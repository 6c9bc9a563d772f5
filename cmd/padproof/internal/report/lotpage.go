package report

import (
	"bytes"
	_ "embed"
	"fmt"
	"html/template"
	"io"
	"strconv"
	"strings"
	"time"

	"padproof/cmd/padproof/internal/result"
)

// LotPageInfo is what a lot's page says beside the result.
type LotPageInfo struct {
	Made     time.Time // when the lot was checked; shown in UTC and in its own zone
	Version  string    // of padproof
	Pictures func(drawing int) []Picture
	// Link is where on the page a unit leads to by the report that its row names, as
	// a relative URL; "" for nowhere. It may be nil.
	Link func(report string) string
}

//go:embed page/lot.css
var lotCSS string

// LotPage writes a lot as one HTML page that needs nothing else, as [Page] does for
// a unit: what the lot means first, then the units to look at, pictures, figures,
// and a table of all units. Every figure stands in a data element that names its
// field of the JSON.
func LotPage(w io.Writer, l *result.Lot, info LotPageInfo) error {
	v, err := lotViewOf(l, info)
	if err != nil {
		return err
	}
	var b bytes.Buffer
	if err = pageTemplates.ExecuteTemplate(&b, "lot.html", v); err != nil {
		return fmt.Errorf("page: %w", err)
	}
	_, err = w.Write(b.Bytes())
	return err
}

// A lotView is what the template of a lot is filled with.
type lotView struct {
	*result.Lot
	stamp
	CSS          template.CSS
	Title        string
	Class        string // of the verdict
	Mark, Word   string
	Why          []phrase
	Facts        []fact
	Groups       []lotGroup
	Several      bool // more than one drawing
	HasSays      bool
	LookAt       *table
	MoreToLookAt bool
	All          *table
	InLedger     []fact // the last record of the lot
}

// A lotGroup is the units of one drawing.
type lotGroup struct {
	ID, Pad  string
	Says     []string
	Pictures []pictureView
	Tables   []notedTable
}

// A notedTable is a table with what explains it.
type notedTable struct {
	*table
	Notes []string
}

func lotViewOf(l *result.Lot, info LotPageInfo) (*lotView, error) {
	css, err := pageFiles.ReadFile("page/page.css")
	if err != nil {
		return nil, err
	}
	v := &lotView{Lot: l, stamp: stampOf(info.Made, info.Version), CSS: template.CSS(string(css) + lotCSS), Several: len(l.Drawings) > 1}
	v.Class, v.Mark, v.Word = strings.ToLower(l.Verdict), marks[l.Verdict], l.Verdict
	if l.Verdict == "" {
		v.Class, v.Mark, v.Word = "unproven", "?", "NOT ALL CHECKED"
	}
	v.Title = v.Word + " - lot " + visible(l.Lot)
	if l.Simulated {
		v.Title = "SIMULATED - " + v.Title
	}
	v.Why, v.Facts, v.InLedger = lotCounts(l), lotFacts(l), recordedFacts(l.Recorded, nil)
	for i, d := range l.Drawings {
		g := lotGroup{ID: strconv.Itoa(i), Pad: d.Pad, Tables: lotTables(at("/drawings", i)+"/figures", d.Figures)}
		for _, s := range d.Says {
			g.Says = append(g.Says, capital(s)+".")
			v.HasSays = true
		}
		if info.Pictures != nil {
			for _, p := range info.Pictures(i) {
				one, err := p.view()
				if err != nil {
					return nil, err
				}
				g.Pictures = append(g.Pictures, one)
			}
		}
		v.Groups = append(v.Groups, g)
	}
	link := info.Link
	if link == nil {
		link = func(string) string { return "" }
	}
	v.LookAt, v.MoreToLookAt = lookAtTable(l, link)
	v.All = unitsTable(l, link)
	return v, nil
}

// lotCounts say how many units there are of each verdict, and the yield.
func lotCounts(l *result.Lot) []phrase {
	counts := phrase{count("/units", l.Units), words(" " + unitWord(l.Units) + ": "), count("/passed", l.Passed), words(" PASS, "),
		count("/failed", l.Failed), words(" FAIL, "), count("/unproven", l.Unproven), words(" UNPROVEN, "), count("/not_checked", l.NotChecked), words(" not checked")}
	if l.Units == 0 {
		return []phrase{counts}
	}
	share := func(key string, n result.Number) piece { return figure("/yield/"+key, n, percent(n)) }
	return []phrase{counts, {words("Yield "), share("value", l.Yield.Value), words("; that of the line lies between "),
		share("low", l.Yield.Low), words(" and "), share("high", l.Yield.High), words(" (95 %)")}}
}

// lotFacts are what was checked, and on which bench.
func lotFacts(l *result.Lot) []fact {
	var facts []fact
	for i, d := range l.Drawings {
		pad := phrase{name(d.Pad)}
		if d.Pad == "" {
			pad = say("no drawing")
		}
		pad = append(pad, words(", "), count(at("/drawings", i)+"/units", d.Units), words(" "+unitWord(d.Units)))
		facts = append(facts, fact{"Pad", pad})
		if d.Rig != "" && (i == 0 || l.Drawings[i-1].Rig != d.Rig) {
			facts = append(facts, fact{"Rig", phrase{name(d.Rig)}})
		}
	}
	return facts
}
################
**Work request**
To complete this exercise, set down every line above exactly once more.

**Answer below**
repository 6c9bc9a563d772f5
filename cmd/padproof/internal/report/lotpage.go
package report

import (
	"bytes"
	_ "embed"
	"fmt"
	"html/template"
	"io"
	"strconv"
	"strings"
	"time"

	"padproof/cmd/padproof/internal/result"
)

// LotPageInfo is what a lot's page says beside the result.
type LotPageInfo struct {
	Made     time.Time // when the lot was checked; shown in UTC and in its own zone
	Version  string    // of padproof
	Pictures func(drawing int) []Picture
	// Link is where on the page a unit leads to by the report that its row names, as
	// a relative URL; "" for nowhere. It may be nil.
	Link func(report string) string
}

//go:embed page/lot.css
var lotCSS string

// LotPage writes a lot as one HTML page that needs nothing else, as [Page] does for
// a unit: what the lot means first, then the units to look at, pictures, figures,
// and a table of all units. Every figure stands in a data element that names its
// field of the JSON.
func LotPage(w io.Writer, l *result.Lot, info LotPageInfo) error {
	v, err := lotViewOf(l, info)
	if err != nil {
		return err
	}
	var b bytes.Buffer
	if err = pageTemplates.ExecuteTemplate(&b, "lot.html", v); err != nil {
		return fmt.Errorf("page: %w", err)
	}
	_, err = w.Write(b.Bytes())
	return err
}

// A lotView is what the template of a lot is filled with.
type lotView struct {
	*result.Lot
	stamp
	CSS          template.CSS
	Title        string
	Class        string // of the verdict
	Mark, Word   string
	Why          []phrase
	Facts        []fact
	Groups       []lotGroup
	Several      bool // more than one drawing
	HasSays      bool
	LookAt       *table
	MoreToLookAt bool
	All          *table
	InLedger     []fact // the last record of the lot
}

// A lotGroup is the units of one drawing.
type lotGroup struct {
	ID, Pad  string
	Says     []string
	Pictures []pictureView
	Tables   []notedTable
}

// A notedTable is a table with what explains it.
type notedTable struct {
	*table
	Notes []string
}

func lotViewOf(l *result.Lot, info LotPageInfo) (*lotView, error) {
	css, err := pageFiles.ReadFile("page/page.css")
	if err != nil {
		return nil, err
	}
	v := &lotView{Lot: l, stamp: stampOf(info.Made, info.Version), CSS: template.CSS(string(css) + lotCSS), Several: len(l.Drawings) > 1}
	v.Class, v.Mark, v.Word = strings.ToLower(l.Verdict), marks[l.Verdict], l.Verdict
	if l.Verdict == "" {
		v.Class, v.Mark, v.Word = "unproven", "?", "NOT ALL CHECKED"
	}
	v.Title = v.Word + " - lot " + visible(l.Lot)
	if l.Simulated {
		v.Title = "SIMULATED - " + v.Title
	}
	v.Why, v.Facts, v.InLedger = lotCounts(l), lotFacts(l), recordedFacts(l.Recorded, nil)
	for i, d := range l.Drawings {
		g := lotGroup{ID: strconv.Itoa(i), Pad: d.Pad, Tables: lotTables(at("/drawings", i)+"/figures", d.Figures)}
		for _, s := range d.Says {
			g.Says = append(g.Says, capital(s)+".")
			v.HasSays = true
		}
		if info.Pictures != nil {
			for _, p := range info.Pictures(i) {
				one, err := p.view()
				if err != nil {
					return nil, err
				}
				g.Pictures = append(g.Pictures, one)
			}
		}
		v.Groups = append(v.Groups, g)
	}
	link := info.Link
	if link == nil {
		link = func(string) string { return "" }
	}
	v.LookAt, v.MoreToLookAt = lookAtTable(l, link)
	v.All = unitsTable(l, link)
	return v, nil
}

// lotCounts say how many units there are of each verdict, and the yield.
func lotCounts(l *result.Lot) []phrase {
	counts := phrase{count("/units", l.Units), words(" " + unitWord(l.Units) + ": "), count("/passed", l.Passed), words(" PASS, "),
		count("/failed", l.Failed), words(" FAIL, "), count("/unproven", l.Unproven), words(" UNPROVEN, "), count("/not_checked", l.NotChecked), words(" not checked")}
	if l.Units == 0 {
		return []phrase{counts}
	}
	share := func(key string, n result.Number) piece { return figure("/yield/"+key, n, percent(n)) }
	return []phrase{counts, {words("Yield "), share("value", l.Yield.Value), words("; that of the line lies between "),
		share("low", l.Yield.Low), words(" and "), share("high", l.Yield.High), words(" (95 %)")}}
}

// lotFacts are what was checked, and on which bench.
func lotFacts(l *result.Lot) []fact {
	var facts []fact
	for i, d := range l.Drawings {
		pad := phrase{name(d.Pad)}
		if d.Pad == "" {
			pad = say("no drawing")
		}
		pad = append(pad, words(", "), count(at("/drawings", i)+"/units", d.Units), words(" "+unitWord(d.Units)))
		facts = append(facts, fact{"Pad", pad})
		if d.Rig != "" && (i == 0 || l.Drawings[i-1].Rig != d.Rig) {
			facts = append(facts, fact{"Rig", phrase{name(d.Rig)}})
		}
	}
	return facts
}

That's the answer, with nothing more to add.